Material provided: Begin

import { Injectable } from '@nestjs/common';
import { roleAtLeast } from '@proofplate/recipe-model';
import type { Actor } from '../common/actor';
import { type Tx, UnitOfWork } from '../database/unit-of-work';
import { CalibrationsService } from '../machines/calibrations.service';
import { type ApprovalCheck, blocksApproval, blocksSubmit, inReadingOrder } from '../recipes/approval-check';
import type { ApprovalFacts } from '../recipes/approval-facts';
import { RecipeRevisionsService } from '../recipes/recipe-revisions.service';
import { type RevisionChecks, revisionChecks } from '../recipes/revision-checks';
import { hashOfRecord } from '../recipes/revision-records.service';
import type { RevisionRecord } from '../recipes/stored-revision';
import { ShopsService } from '../shops/shops.service';
import type { ApprovalChecksDto } from './dto/checks.dto';
import { type Signer, signerChecks } from './sign-offs.policy';
import { SignOffsRepository } from './sign-offs.repository';

export type Weighed = RevisionChecks & { readonly record: RevisionRecord; readonly facts: ApprovalFacts };

/** Weighs a revision by everything that its approval needs. */
@Injectable()
export class ApprovalChecksService {
  constructor(
    private readonly unitOfWork: UnitOfWork,
    private readonly revisions: RecipeRevisionsService,
    private readonly calibrations: CalibrationsService,
    private readonly shops: ShopsService,
    private readonly signOffs: SignOffsRepository,
  ) {}

  /** Every check for whoever looks: those of the revision and, for whoever could sign, those of the signer. */
  async get(actor: Actor, id: string): Promise<ApprovalChecksDto> {
    return this.unitOfWork.read(actor, async (tx) => {
      const weighed = await this.weigh(tx, actor.shopId, id);
      const { record, confirmation, facts } = weighed;
      const signer = await this.signerOf(tx, actor);
      const leads = roleAtLeast(actor.role, 'lead');
      const checks = [...weighed.items, ...(leads ? signerChecks(signer, toSign(record), facts.policy.authorMaySign) : [])];
      return {
        items: inReadingOrder(checks),
        confirmation: {
          markCount: confirmation.count,
          neededCount: facts.policy.minimumConfirmationMarks,
          notCountingCount: confirmation.marks.length - confirmation.counting.length,
          lots: [...confirmation.lots],
          dayCount: confirmation.dayCount,
          spreads: [...confirmation.spreads],
        },
        maySubmit: record.revision.state === 'draft' && !checks.some(blocksSubmit),
        mayApprove: leads && record.revision.state === 'in_review' && !checks.some(blocksApproval),
        contentHash: hashOfRecord(record),
      };
    });
  }

  /** The checks of the revision itself, inside the transaction of an act. */
  async weigh(tx: Tx, shopId: string, id: string, acknowledgedByAuthor?: readonly string[]): Promise<Weighed> {
    const record = await this.revisions.getRecord(tx, shopId, id);
    const { policy } = await this.shops.getRow(tx, shopId);
    const facts: ApprovalFacts = {
      record,
      policy,
      now: new Date(),
      current: await this.currentOf(tx, shopId, record),
      readings: await this.calibrations.readingsOf(tx, shopId, [record.recipe.machine.id]),
      mates: await this.revisions.approvedMates(tx, shopId, record),
      acknowledgedByAuthor: acknowledgedByAuthor ?? record.revision.acknowledgedCautionIds,
    };
    return { ...revisionChecks(facts), record, facts };
  }

  async signerOf(tx: Tx, { shopId, memberId }: Actor): Promise<Signer> {
    return { memberId, signsFor: await this.signOffs.signsFor(tx, shopId, memberId) };
  }

  private async currentOf(tx: Tx, shopId: string, { ladder, revision }: RevisionRecord): Promise<ApprovalFacts['current']> {
    const current = ladder.find(({ state, id }) => state === 'approved' && id !== revision.id);
    if (current === undefined) return null;
    const { basis, confirmation, runs } = await this.revisions.getRecord(tx, shopId, current.id);
    const moments = [...[...basis, ...confirmation].map(({ coupon }) => coupon.markedAt), ...runs.map(({ startedAt }) => startedAt)];
    const known = moments.filter((moment) => moment !== null).map((moment) => moment.getTime());
    return {
      number: current.number,
      steps: current.content.steps,
      newestEvidenceAt: known.length === 0 ? null : new Date(Math.max(...known)),
    };
  }
}

export const toSign = ({ revision, recipe }: RevisionRecord) => ({
  createdBy: revision.createdBy,
  editorIds: revision.editorIds,
  effectId: recipe.effect.id,
  sourceKind: recipe.machine.sourceKind,
});

/** Only cautions that stand beside the work can have been read for it; each counts once. */
export const readForIt = ({ cautions }: Pick<RevisionRecord, 'cautions'>, ids: readonly string[]): string[] =>
  cautions.map(({ id }) => id).filter((id) => ids.includes(id));

/** What a signature keeps of the checks, for whoever reads it years later. */
export function keptChecks(items: readonly ApprovalCheck[], { confirmation, facts }: Weighed) {
  const { count, lots, dayCount, spreads } = confirmation;
  return { items: inReadingOrder(items), confirmation: { count, lots, dayCount, spreads }, policy: facts.policy };
}
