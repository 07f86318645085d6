import { chakra } from '@chakra-ui/react';
import { couponLayout } from '@proofplate/imaging';
import { type Fact, FactList } from '../../../components/fact-list';
import { CellCloseUp, EvidencePlate } from '../../../components/plate/evidence-plate';
import { platePhotoOf } from '../../../components/plate/plate-photo';
import { ProofMarks, shapeOf } from '../../../components/plate/proof-marks';
import { TextLink } from '../../../components/text-link';
import { formatNumber } from '../../../lib/format';
import { decimalsOf, methodWord, quantityWords } from '../../../lib/measurement-words';
import { paths } from '../../../lib/paths';
import { useSession } from '../../../lib/session';
import type { EvidenceCell, Revision } from '../recipes.api';

/** Plates that the setting rests on, side by side in one scale, and the marks that proved it again. */
export function EvidencePlates({ evidence }: { evidence: Revision['evidence'] }) {
  const { shop } = useSession();
  const { basis, confirmation, runs } = evidence;
  const widestMm = Math.max(0, ...basis.map(plateWidthMm));
  if (basis.length + confirmation.length + runs.length === 0) {
    return <chakra.p color="fg.muted">It rests on no coupon. Its route and grounds say why it may be used.</chakra.p>;
  }
  return (
    <chakra.div display="grid" gap="4">
      <chakra.ul display="grid" gap="5">
        {basis.map((cell) => (
          <chakra.li key={cell.cellId} display="grid" gridTemplateColumns="minmax(0, 240px) minmax(0, 148px)" gap="3.5" alignItems="start">
            <div>
              <EvidencePlate shape={shapeOf(cell)} photo={platePhotoOf(cell.photo, 'large')} chosen={cell.address} widestMm={widestMm} />
              <CellLink cell={cell} />
            </div>
            <div>
              <CellCloseUp shape={shapeOf(cell)} photo={platePhotoOf(cell.photo, 'large')} address={cell.address} />
              <FactList facts={measuredFacts(cell)} />
            </div>
          </chakra.li>
        ))}
      </chakra.ul>
      {confirmation.length > 0 && <ProofMarks cells={confirmation} timeZone={shop.timeZone} />}
      {runs.map(({ runId, code, pieceCount, meetingCount, lot }) => (
        <p key={runId}>
          Proved on <TextLink to={paths.run(code)}>{code}</TextLink>: {meetingCount} of {pieceCount} pieces within the criteria
          {lot === '' ? '' : `, lot ${lot}`}
        </p>
      ))}
    </chakra.div>
  );
}

function CellLink({ cell: { couponCode, address } }: { cell: EvidenceCell }) {
  return (
    <chakra.p fontSize="sm" lineHeight="sm" pt="1.5">
      <TextLink to={`${paths.coupon(couponCode)}?cell=${address}`} color="fg.muted">
        {couponCode}, cell {address}
      </TextLink>
    </chakra.p>
  );
}

export function plateWidthMm(cell: EvidenceCell): number {
  const { code, ...shape } = shapeOf(cell);
  return couponLayout({ ...shape, reference: code }).plate.widthMm;
}

/** Rating and the newest value of each measured quantity, with how it was measured where that was not the photo. */
export function measuredFacts({ measurements, meanRating }: EvidenceCell): Fact[] {
  const newest = new Map(measurements.toReversed().map((measurement) => [measurement.quantity, measurement]));
  const rating = meanRating === null ? [] : [{ label: 'Rating', value: formatNumber(Number(meanRating.toFixed(1))) }];
  return [
    ...rating,
    ...[...newest.values()].map(({ quantity, value, grade, unit, method }) => ({
      label: method === 'photo' ? quantityWords(quantity) : `${quantityWords(quantity)}, ${methodWord(method)}`,
      value: grade ?? (value === null ? '—' : formatNumber(value, { decimals: decimalsOf(quantity) })),
      ...(unit === '1' ? {} : { unit }),
    })),
  ];
}
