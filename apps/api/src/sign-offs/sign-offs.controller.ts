import { Body, Controller, Get, HttpCode, Param, Post } from '@nestjs/common';
import { ApiBearerAuth, ApiOkResponse, ApiOperation, ApiTags } from '@nestjs/swagger';
import type { Actor } from '../common/actor';
import { ApiIfMatch } from '../common/decorators/api-headers.decorator';
import { AtLeast } from '../common/decorators/at-least.decorator';
import { CurrentMember } from '../common/decorators/current-member.decorator';
import { Idempotent } from '../common/decorators/idempotent.decorator';
import { IfMatch } from '../common/decorators/if-match.decorator';
import { IdPipe } from '../common/pipes/id.pipe';
import { RecipeRevisionDto } from '../recipes/dto/recipe-revision.dto';
import { ApprovalChecksService } from './approval-checks.service';
import { ApprovalsService } from './approvals.service';
import { ApprovalChecksDto } from './dto/checks.dto';
import { ApproveRevisionDto, RecallRevisionDto, ReturnRevisionDto, SubmitRevisionDto, WithdrawRevisionDto } from './dto/sign-off-acts.dto';
import { SignOffsService } from './sign-offs.service';

@ApiTags('sign-offs')
@ApiBearerAuth()
@Controller('revisions/:revisionId')
@AtLeast('operator')
export class SignOffsController {
  constructor(
    private readonly signOffs: SignOffsService,
    private readonly approvals: ApprovalsService,
    private readonly approvalChecks: ApprovalChecksService,
  ) {}

  @Get('checks')
  @ApiOperation({ summary: 'Everything that an approval needs, with what was found; failing checks first' })
  @ApiOkResponse({ type: ApprovalChecksDto })
  checks(@CurrentMember() actor: Actor, @Param('revisionId', IdPipe) revisionId: string) {
    return this.approvalChecks.get(actor, revisionId);
  }

  @Post('submit')
  @HttpCode(200)
  @Idempotent()
  @ApiIfMatch()
  @ApiOperation({ summary: 'Submit a draft for review: it gets its number and never changes again' })
  @ApiOkResponse({ type: RecipeRevisionDto })
  submit(
    @CurrentMember() actor: Actor,
    @Param('revisionId', IdPipe) revisionId: string,
    @IfMatch() version: number,
    @Body() dto: SubmitRevisionDto,
  ) {
    return this.signOffs.submit(actor, revisionId, version, dto);
  }

  @Post('recall')
  @HttpCode(200)
  @Idempotent()
  @ApiOperation({ summary: 'Take an own revision back out of review' })
  @ApiOkResponse({ type: RecipeRevisionDto })
  recall(@CurrentMember() actor: Actor, @Param('revisionId', IdPipe) revisionId: string, @Body() dto: RecallRevisionDto) {
    return this.signOffs.recall(actor, revisionId, dto);
  }

  @Post('return')
  @HttpCode(200)
  @AtLeast('lead')
  @Idempotent()
  @ApiOperation({ summary: 'Send a revision back to its author with a reason' })
  @ApiOkResponse({ type: RecipeRevisionDto })
  returnToAuthor(@CurrentMember() actor: Actor, @Param('revisionId', IdPipe) revisionId: string, @Body() dto: ReturnRevisionDto) {
    return this.signOffs.returnToAuthor(actor, revisionId, dto);
  }

  @Post('approve')
  @HttpCode(200)
  @AtLeast('lead')
  @Idempotent()
  @ApiOperation({ summary: 'Approve with the password: it becomes the setting, now or on its day' })
  @ApiOkResponse({ type: RecipeRevisionDto })
  approve(@CurrentMember() actor: Actor, @Param('revisionId', IdPipe) revisionId: string, @Body() dto: ApproveRevisionDto) {
    return this.approvals.approve(actor, revisionId, dto);
  }

  @Post('withdraw')
  @HttpCode(200)
  @AtLeast('lead')
  @Idempotent()
  @ApiOperation({ summary: 'Withdraw an approved revision with the password, also one that is yet to take effect' })
  @ApiOkResponse({ type: RecipeRevisionDto })
  withdraw(@CurrentMember() actor: Actor, @Param('revisionId', IdPipe) revisionId: string, @Body() dto: WithdrawRevisionDto) {
    return this.approvals.withdraw(actor, revisionId, dto);
  }
}
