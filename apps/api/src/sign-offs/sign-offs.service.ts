import { Injectable } from '@nestjs/common';
import { nextRevisionState, type RevisionAction } from '@proofplate/recipe-model';
import type { Actor } from '../common/actor';
import { StaleError } from '../common/errors/domain-error';
import { type Tx, UnitOfWork } from '../database/unit-of-work';
import { blocksSubmit } from '../recipes/approval-check';
import type { RecipeRevisionDto } from '../recipes/dto/recipe-revision.dto';
import { RecipeRevisionsService } from '../recipes/recipe-revisions.service';
import { NotYourDraftError, RevisionStateError } from '../recipes/recipes.errors';
import { hashOfRecord } from '../recipes/revision-records.service';
import type { LockedRevision } from '../recipes/stored-revision';
import { ApprovalChecksService, keptChecks, readForIt } from './approval-checks.service';
import type { RecallRevisionDto, ReturnRevisionDto, SubmitRevisionDto } from './dto/sign-off-acts.dto';
import { SignOffLettersService } from './sign-off-letters.service';
import { ChecksFailError } from './sign-offs.errors';
import { SignaturesService } from './signatures.service';

/** Acts that need no password: submitting, recalling, sending back. */
@Injectable()
export class SignOffsService {
  constructor(
    private readonly unitOfWork: UnitOfWork,
    private readonly revisions: RecipeRevisionsService,
    private readonly checks: ApprovalChecksService,
    private readonly signatures: SignaturesService,
    private readonly letters: SignOffLettersService,
  ) {}

  /** Gives the next number, freezes content and evidence, and asks the leads to look. */
  async submit(actor: Actor, id: string, version: number, dto: SubmitRevisionDto): Promise<RecipeRevisionDto> {
    return this.unitOfWork.run(actor, async (tx) => {
      const { revision, ladder } = await this.revisions.lockForSigning(tx, actor.shopId, id);
      await this.refuseJump(tx, actor, revision, 'submit');
      if (revision.createdBy !== actor.memberId) throw new NotYourDraftError('submits a draft');
      if (revision.version !== version) throw new StaleError(await this.revisions.getDto(tx, actor, id));
      const acknowledged = [...revision.acknowledgedCautionIds, ...dto.acknowledgedCautionIds];
      const weighed = await this.checks.weigh(tx, actor.shopId, id, acknowledged);
      const acknowledgedCautionIds = readForIt(weighed.record, acknowledged);
      const failing = weighed.items.filter(blocksSubmit);
      if (failing.length > 0) throw new ChecksFailError(failing);
      const contentHash = hashOfRecord(weighed.record);
      const number = Math.max(0, ...ladder.map((rung) => rung.number ?? 0)) + 1;
      await this.revisions.markSubmitted(tx, actor.shopId, id, { number, contentHash, acknowledgedCautionIds });
      const comment = dto.comment ?? '';
      await this.letters.submitted(tx, actor, { record: weighed.record, number }, comment);
      await this.signatures.sign(tx, actor, weighed.record, {
        ...{ meaning: 'submitted for review', method: 'session', action: 'revision.submitted' },
        ...{ comment, contentHash, acknowledgedCautionIds, checks: keptChecks(weighed.items, weighed) },
        after: { state: 'in_review', number },
      });
      return this.revisions.getDto(tx, actor, id);
    });
  }

  /** The author takes a revision back before anybody signed. */
  async recall(actor: Actor, id: string, { comment = '' }: RecallRevisionDto): Promise<RecipeRevisionDto> {
    return this.giveBack(actor, id, { act: 'recall', comment });
  }

  async returnToAuthor(actor: Actor, id: string, { comment }: ReturnRevisionDto): Promise<RecipeRevisionDto> {
    return this.giveBack(actor, id, { act: 'returnToAuthor', comment });
  }

  private async giveBack(
    actor: Actor,
    id: string,
    { act, comment }: { act: 'recall' | 'returnToAuthor'; comment: string },
  ): Promise<RecipeRevisionDto> {
    return this.unitOfWork.run(actor, async (tx) => {
      const { revision } = await this.revisions.lockForSigning(tx, actor.shopId, id);
      await this.refuseJump(tx, actor, revision, act);
      if (act === 'recall' && revision.createdBy !== actor.memberId) throw new NotYourDraftError('recalls a revision');
      const record = await this.revisions.getRecord(tx, actor.shopId, id);
      await this.revisions.markReturned(tx, actor.shopId, id);
      if (act === 'returnToAuthor') await this.letters.returned(tx, actor, { record, number: revision.number ?? 0 }, comment);
      const meaning = act === 'recall' ? 'recalled' : 'returned';
      const contentHash = revision.contentHash ?? hashOfRecord(record);
      const signature = { meaning, comment, contentHash, method: 'session', action: `revision.${meaning}` } as const;
      await this.signatures.sign(tx, actor, record, { ...signature, after: { state: 'returned', number: revision.number } });
      return this.revisions.getDto(tx, actor, id);
    });
  }

  private async refuseJump(tx: Tx, actor: Actor, { id, state }: LockedRevision, act: RevisionAction): Promise<void> {
    const moved = nextRevisionState(state, act);
    if (moved.kind === 'refused') throw new RevisionStateError(moved.message, await this.revisions.getDto(tx, actor, id));
  }
}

Material provided: End

*Task statement*
Copy out each line of the data where the string "comment" appears.

*Response below*
      const comment = dto.comment ?? '';
      await this.letters.submitted(tx, actor, { record: weighed.record, number }, comment);
        ...{ comment, contentHash, acknowledgedCautionIds, checks: keptChecks(weighed.items, weighed) },
  async recall(actor: Actor, id: string, { comment = '' }: RecallRevisionDto): Promise<RecipeRevisionDto> {
    return this.giveBack(actor, id, { act: 'recall', comment });
  async returnToAuthor(actor: Actor, id: string, { comment }: ReturnRevisionDto): Promise<RecipeRevisionDto> {
    return this.giveBack(actor, id, { act: 'returnToAuthor', comment });
    { act, comment }: { act: 'recall' | 'returnToAuthor'; comment: string },
      if (act === 'returnToAuthor') await this.letters.returned(tx, actor, { record, number: revision.number ?? 0 }, comment);
      const signature = { meaning, comment, contentHash, method: 'session', action: `revision.${meaning}` } as const;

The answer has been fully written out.